Archaeological research is inherently collaborative, in that it involves many people coming together to examine a material assemblage of mutual interest by implementing a variety of tools and methods in tandem. Independent projects establish organizational structures and information systems to help coordinate labour and pool information derived thereof into a communal data stream, which can then be applied towards the production and publication of analytical findings. Albeit not necessarily egalitarian, and with different expectations set for people assigned different roles, archaeological projects thus constitue a form of commons, whereby participants contribute to and obtain value from a collective endeavour. Adopting open research practices, including sharing data beyond a project’s original scope, involves altering the collaborative commitments that bind work together. This paper, drawn from my doctoral dissertation, examines how archaeologists are presently navigating this juncture between established professional norms and expectations on the one hand, and the potential benefits and limitations afforded by open research on the other.
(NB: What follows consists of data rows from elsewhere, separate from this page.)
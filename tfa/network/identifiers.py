"""Which compound of our thermodynamic data each metabolite of a network is, from its annotations.

A metabolite's ``thermo_key`` note (written by hand, or a column of our compounds table) says it
directly. Without one, the identifiers in its annotation (InChIKey, ChEBI, KEGG, MetaNetX, BiGG;
cobra's annotation keys ``inchi_key``/``inchikey``, ``chebi``, ``kegg.compound``,
``metanetx.chemical``, ``bigg.metabolite``) are looked up in the bundled cross-reference table
``tfa/data/cross_references.csv`` (made by ``scripts/make_cross_references.py`` from our own
compound tables and the models cobra ships; its header states the sources and their licences).
For SBML and cobra JSON, a metabolite id in the BiGG style (``pyr_c``: the id, an underscore and
a compartment) is the last resort. A small table of the user's own (``identifiers.tsv``:
``compound``, ``thermo_key``, optional ``note``; an empty ``thermo_key`` means "leave it
without data") overrides all of it.

Every match keeps its evidence: ``given`` (the note), ``your table``, then the table's own
evidence of the identifier used, strongest first: ``structure`` (InChIKey with stereo equal),
``structure, stereo not compared`` (connectivity only, safe for the enantiomer), ``name``; a
match found only through the metabolite id says so (``BiGG-style id``). Identifiers that point
to two compounds with equal evidence leave the metabolite unmatched (``ambiguous``).

A metabolite still without a compound but with a structure (``smiles`` or ``inchi`` in its
annotation or notes) keeps it in ``notes['smiles']``, so it gets a group-contribution estimate.
"""

from __future__ import annotations

import csv
import difflib
import re
from dataclasses import dataclass, field
from functools import lru_cache
from importlib import resources
from pathlib import Path

import cobra
import pandas as pd

from ..errors import NetworkFileError, UnknownCompoundError
from .io_table import read_table

#: File name of a user's table of identifiers, beside the network file.
IDENTIFIERS_FILES = ("identifiers.tsv", "identifiers.csv")
#: cobra annotation keys -> namespaces of the cross-reference table, in the order they are read.
ANNOTATION_KEYS = (("inchi_key", "inchikey"), ("inchikey", "inchikey"), ("chebi", "chebi"),
                   ("kegg.compound", "kegg"), ("metanetx.chemical", "metanetx"),
                   ("bigg.metabolite", "bigg"))
#: Evidence of a match, strongest first.
EVIDENCE = ("given", "your table", "structure", "structure, stereo not compared", "name",
            "BiGG-style id")
#: Statuses of a metabolite's match.
MATCHED, GIVEN, OVERRIDE, AMBIGUOUS, UNMATCHED = "matched", "given", "your table", "ambiguous", "none"
#: Columns of the mapping table (one row per metabolite).
MAPPING_COLUMNS = ["compound", "status", "thermo_key", "evidence", "via"]
#: A compartment suffix of a BiGG-style metabolite id (``pyr_c``, ``h_e``, ``atp_c0``).
_COMPARTMENT = re.compile(r"_[a-z][a-z0-9]?$")


@dataclass(frozen=True)
class MetaboliteMatch:
    """How one metabolite was matched to a compound of the thermodynamic data.

    ``thermo_key`` is empty when it was not; ``via`` names the identifier, the note or the line
    of the user's table that decided it.
    """

    metabolite: str
    status: str
    thermo_key: str = ""
    evidence: str = ""
    via: str = ""


@dataclass
class IdentifierMapping:
    """Every metabolite's match, in model order."""

    matches: list[MetaboliteMatch] = field(default_factory=list)
    overrides_path: Path | None = None

    def to_frame(self) -> pd.DataFrame:
        """One row per metabolite: ``compound``, ``status``, ``thermo_key``, ``evidence``, ``via``."""
        return pd.DataFrame([{"compound": m.metabolite, "status": m.status,
                              "thermo_key": m.thermo_key, "evidence": m.evidence, "via": m.via}
                             for m in self.matches], columns=MAPPING_COLUMNS)

    def counts(self) -> dict[str, int]:
        """Metabolites per evidence (matched ones) and per status (the others)."""
        out: dict[str, int] = {}
        for m in self.matches:
            key = m.evidence if m.thermo_key else m.status
            out[key] = out.get(key, 0) + 1
        return out

    @property
    def found(self) -> bool:
        """Whether any metabolite was matched through its identifiers (not given by hand)."""
        return any(m.status in (MATCHED, OVERRIDE) for m in self.matches)


@lru_cache(maxsize=1)
def cross_references() -> dict[tuple[str, str], tuple[str, str]]:
    """(namespace, identifier) -> (compound id, evidence) of the bundled cross-reference table.

    InChIKeys are held by their first two blocks (connectivity and stereo; the third block is
    the protonation state).
    """
    with resources.files("tfa.data").joinpath("cross_references.csv").open(
            newline="", encoding="utf-8") as handle:
        rows = csv.DictReader(line for line in handle if not line.startswith("#"))
        return {(r["namespace"], _normalised(r["namespace"], r["identifier"])):
                (r["compound"], r["evidence"]) for r in rows}


def _normalised(namespace: str, identifier: str) -> str:
    """An identifier as the table holds it (``CHEBI:15361``, ``C00022``, first 25 characters of
    an InChIKey).

    >>> _normalised("chebi", "15361"), _normalised("inchikey", "LCTONWCANYUPML-UHFFFAOYSA-M")
    ('CHEBI:15361', 'LCTONWCANYUPML-UHFFFAOYSA')
    """
    text = str(identifier).strip()
    text = text.rsplit("/", 1)[-1] if "identifiers.org" in text else text
    if namespace == "chebi":
        text = text.upper()
        return text if text.startswith("CHEBI:") else f"CHEBI:{text}"
    if namespace == "inchikey":
        return text.upper().removeprefix("INCHIKEY=")[:25]
    if namespace == "kegg":
        return text.upper()
    return text


def bigg_style_id(metabolite_id: str) -> str:
    """The metabolite id without its compartment suffix.

    >>> bigg_style_id("glc__D_e"), bigg_style_id("M_pyr_c"), bigg_style_id("atp")
    ('glc__D', 'pyr', 'atp')
    """
    text = metabolite_id[2:] if metabolite_id.startswith("M_") else metabolite_id
    return _COMPARTMENT.sub("", text)


def _annotation_values(metabolite: cobra.Metabolite, key: str) -> list[str]:
    value = (metabolite.annotation or {}).get(key)
    if value is None:
        return []
    return [value] if isinstance(value, str) else [str(v) for v in value]


def structure_of(metabolite: cobra.Metabolite) -> str:
    """A SMILES or InChI from the metabolite's notes or annotation ("" when it has none)."""
    notes = metabolite.notes or {}
    for text in (notes.get("smiles"), notes.get("inchi"), *_annotation_values(metabolite, "smiles"),
                 *_annotation_values(metabolite, "inchi")):
        if text and str(text).strip():
            return str(text).strip()
    return ""


def match_by_identifiers(metabolite: cobra.Metabolite, use_id: bool = True) -> MetaboliteMatch:
    """The compound the metabolite's annotation (or, with ``use_id``, its id) names."""
    table = cross_references()
    found: dict[str, list[tuple[int, str]]] = {}
    for key, namespace in ANNOTATION_KEYS:
        for value in _annotation_values(metabolite, key):
            hit = table.get((namespace, _normalised(namespace, value)))
            if hit is not None:
                found.setdefault(hit[0], []).append((EVIDENCE.index(hit[1]),
                                                     f"{namespace} {value}"))
    if not found and use_id:
        ident = bigg_style_id(metabolite.id)
        hit = table.get(("bigg", ident))
        if hit is not None:
            return MetaboliteMatch(metabolite.id, MATCHED, hit[0], EVIDENCE[-1], f"id {ident}")
    if not found:
        return MetaboliteMatch(metabolite.id, UNMATCHED)
    ranked = sorted(((min(h)[0], -len(h), cid) for cid, h in found.items()))
    best = ranked[0]
    if len(ranked) > 1 and ranked[1][:2] == best[:2]:
        names = ", ".join(sorted(cid for rank, n, cid in ranked if (rank, n) == best[:2]))
        return MetaboliteMatch(metabolite.id, AMBIGUOUS, "", EVIDENCE[best[0]],
                               f"identifiers name {names}")
    rank, via = min(found[best[2]])
    return MetaboliteMatch(metabolite.id, MATCHED, best[2], EVIDENCE[rank], via)


def read_identifier_table(path: str | Path, model: cobra.Model, database) -> dict[str, tuple[str, str]]:
    """A user's table of identifiers: metabolite id -> (compound id or "", "path line N").

    Raises
    ------
    NetworkFileError
        A metabolite that is not in the network or a ``thermo_key`` not in the thermodynamic
        data (with the file, the line and close matches).
    """
    path = Path(path)
    out: dict[str, tuple[str, str]] = {}
    for row in read_table(path, ("compound", "thermo_key"), ("compound", "thermo_key", "note")):
        where = f"{path} line {row.line}"
        met_id, key = row.cells.get("compound", ""), row.cells.get("thermo_key", "")
        if met_id not in model.metabolites:
            close = difflib.get_close_matches(met_id, [m.id for m in model.metabolites], n=3)
            hint = f"did you mean {', '.join(repr(c) for c in close)}?" if close else \
                "use a metabolite id of the network"
            raise NetworkFileError(f"{where}, column 'compound': '{met_id}' is not a compound of "
                                   f"network {model.id}; {hint}")
        if key:
            try:
                key = database.compound(key).id
            except UnknownCompoundError as err:
                raise NetworkFileError(f"{where}, column 'thermo_key': {err}") from err
        out[met_id] = (key, where)
    return out


def identifier_table_beside(network_path: str | Path | None) -> Path | None:
    """``identifiers.tsv`` (or ``.csv``) in the folder of a network file, when there is one."""
    if network_path is None:
        return None
    path = Path(network_path)
    folder = path if path.is_dir() else path.parent
    for name in IDENTIFIERS_FILES:
        if (folder / name).is_file():
            return folder / name
    return None


def map_identifiers(model: cobra.Model, database, overrides: str | Path | None = None,
                    use_ids: bool = True) -> IdentifierMapping:
    """Give every metabolite without a ``thermo_key`` the compound its identifiers name.

    Writes ``notes['thermo_key']`` and ``notes['thermo_key_evidence']`` of each metabolite
    matched, ``notes['smiles']`` of an unmatched one with a structure in its annotation.

    Parameters
    ----------
    model : cobra.Model
    database : ThermoDatabase
        For the user's table (names become compound ids).
    overrides : path, optional
        The user's table (see the module text).
    use_ids : bool
        Fall back on BiGG-style metabolite ids (SBML and cobra JSON; not our own tables).
    """
    own = read_identifier_table(overrides, model, database) if overrides else {}
    mapping = IdentifierMapping(overrides_path=Path(overrides) if overrides else None)
    for met in model.metabolites:
        notes = dict(met.notes or {})
        given = str(notes.get("thermo_key") or "").strip()
        if met.id in own:
            key, where = own[met.id]
            match = MetaboliteMatch(met.id, OVERRIDE if key else UNMATCHED, key,
                                    EVIDENCE[1] if key else "", where)
        elif given:
            match = MetaboliteMatch(met.id, GIVEN, given, EVIDENCE[0], "thermo_key note")
        else:
            match = match_by_identifiers(met, use_ids)
        if match.thermo_key and match.status != GIVEN:
            notes["thermo_key"] = match.thermo_key
            notes["thermo_key_evidence"] = f"{match.evidence} ({match.via})"
        elif match.status != GIVEN:
            notes.pop("thermo_key", None)
            structure = structure_of(met)
            if structure and not notes.get("smiles"):
                notes["smiles"] = structure
        met.notes = notes
        mapping.matches.append(match)
    return mapping


def find_metabolite(model: cobra.Model, name: str) -> cobra.Metabolite | None:
    """The metabolite called ``name``: its id, else (any case) its id, name, a synonym or its
    ``thermo_key``; None when none or several are."""
    if name in model.metabolites:
        return model.metabolites.get_by_id(name)
    wanted = " ".join(str(name).split()).lower()
    found = []
    for met in model.metabolites:
        notes = met.notes or {}
        names = {met.id, met.name or "", str(notes.get("thermo_key") or "")}
        names |= {x for x in str(notes.get("synonyms") or "").split(";")}
        if wanted in {" ".join(n.split()).lower() for n in names if n.strip()}:
            found.append(met)
    return found[0] if len(found) == 1 else None
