@dataclass
class CoverageReport:
    """Coverage of a network's internal reactions at one set of conditions.

    Attributes
    ----------
    network : str
        Model id.
    conditions : Conditions
    reactions : list of ReactionCoverage
        Every internal reaction, in model order.
    environment_name : str
    disagreements : list of dict
        Literature values that disagree with the rest at 3σ (from the reconciliation).
    table : CompoundEnergyTable or None
        The compound energies behind the rows (for :meth:`to_verify`).
    """

    network: str
    conditions: Conditions
    reactions: list[ReactionCoverage]
    environment_name: str = ""
    disagreements: list[dict] = field(default_factory=list)
    table: CompoundEnergyTable | None = field(default=None, repr=False)
    sources: dict = field(default_factory=dict, repr=False)

    def to_verify(self) -> pd.DataFrame:
        """The numbers to verify before publishing (:func:`numbers_to_verify`)."""
        if self.table is None:
            raise InputError("this coverage report was made without its compound energies; "
                             "build it with tfa.network.coverage.coverage()")
        return numbers_to_verify(self.table, self.reactions, self.sources)

    @property
    def counts(self) -> dict[str, int]:
        """Number of reactions per source kind (every kind listed, zeros included)."""
        out = {kind: 0 for kind in ENERGY_SOURCES}
        for row in self.reactions:
            out[row.source] = out.get(row.source, 0) + 1
        return out

    @property
    def total(self) -> int:
        return len(self.reactions)

    @property
    def fractions(self) -> dict[str, float]:
        """Fraction of reactions per source kind (0 for an empty network)."""
        n = self.total
        return {k: (v / n if n else 0.0) for k, v in self.counts.items()}

    @property
    def reviewed_or_cited_fraction(self) -> float:
        """Fraction of reactions whose ΔrG'° comes from reviewed species data or cited values
        (sources in :data:`REVIEWED_OR_CITED`: species, literature, reconciled)."""
        n = self.total
        return sum(self.counts[k] for k in REVIEWED_OR_CITED) / n if n else 0.0

    @property
    def with_value_fraction(self) -> float:
        """Fraction of reactions that have a ΔrG'° at all (any source but placeholder/none)."""
        n = self.total
        return sum(self.counts[k] for k in WITH_VALUE) / n if n else 0.0

    def without_reviewed_data(self) -> list[ReactionCoverage]:
        """Reactions whose energy is not from reviewed species data or a cited literature value."""
        return [r for r in self.reactions if r.source not in REVIEWED_OR_CITED]

    def to_frame(self) -> pd.DataFrame:
        """One row per reaction: id, source, ΔrG'° (kJ/mol), σ, status, audit flags (joined by
        `` | ``), pathway, equation, provenance."""
        return pd.DataFrame([{
            "reaction": r.reaction_id, "source": r.source,
            "delta_g_standard_kJ_per_mol": r.standard, "sigma_kJ_per_mol": r.uncertainty,
            "status": r.status, "audit_flags": " | ".join(r.audit_flags),
            "pathway": r.pathway, "equation": r.equation, "provenance": r.provenance,
        } for r in self.reactions], columns=COVERAGE_COLUMNS)

    @property
    def status_counts(self) -> dict[str, int]:
        """Number of reactions per status (:data:`tfa.thermo.status.STATUSES`, zeros included)."""
        out = {s: 0 for s in STATUSES}
        for row in self.reactions:
            if row.status:
                out[row.status] += 1
        return out

    def counts_frame(self) -> pd.DataFrame:
        """One row per source kind: count and fraction."""
        counts, fractions = self.counts, self.fractions
        return pd.DataFrame({"source": list(counts), "reactions": list(counts.values()),
                             "fraction": [fractions[k] for k in counts]})

    def to_dict(self) -> dict:
        """Plain dictionary for JSON output."""
        return {
            "network": self.network,
            "environment": self.environment_name,
            "conditions": self.conditions.to_dict(),
            "internal_reactions": self.total,
            "counts": self.counts,
            "fractions": self.fractions,
            "reviewed_or_cited_fraction": self.reviewed_or_cited_fraction,
            "with_value_fraction": self.with_value_fraction,
            "without_reviewed_data": [r.reaction_id for r in self.without_reviewed_data()],
            "disagreements": self.disagreements,
            "status_counts": self.status_counts,
            "reactions": [{
                "reaction": r.reaction_id, "source": r.source,
                "delta_g_standard_kJ_per_mol": None if math.isnan(r.standard) else r.standard,
                "sigma_kJ_per_mol": None if math.isnan(r.uncertainty) else r.uncertainty,
                "status": r.status, "audit_flags": list(r.audit_flags),
                "pathway": r.pathway, "equation": r.equation, "provenance": r.provenance,
            } for r in self.reactions],
        }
I applied an abductive qualitative data analysis approach based on recorded observations, interviews, and documents collected from three cases, including two independent archaeological projects and one regional data sharing consortium with limited scope and targeted research objectives. My analysis documents a few underappreciated aspects of archaeolgical projects’ sociotechnical arrangements that open data infrastructures should account for more thoroughly:
- boundaries, whether they restrict membership within a collective, delimit a project’s scope, or limit the time frame under which a project operates, have practical positive value, and are not just arbitrary impediments;
- systems designed to direct the flow of information do so via the coordination of labour, and the strategic arrangement of human and object agency, as well as resistances against such managerial control, are rarely accounted for in data documentation; and
- information systems and the institutional structures that support them tend to reinforce and reify existing power structures and divisions of labour, including implicit rules that govern ownership and control over research materials and that designate who may benefit from their use.
By framing data sharing, whether it occurs between close colleagues or as mediated by open data platforms among strangers, as comprising a series of collaborative commitments, my work highlights the broader social contexts within which we develop open archaeological research infrastructures. As we move forward, we should be aware of and account for how the data governance models embedded within open research infrastructures either complement or challenge existing social dynamics.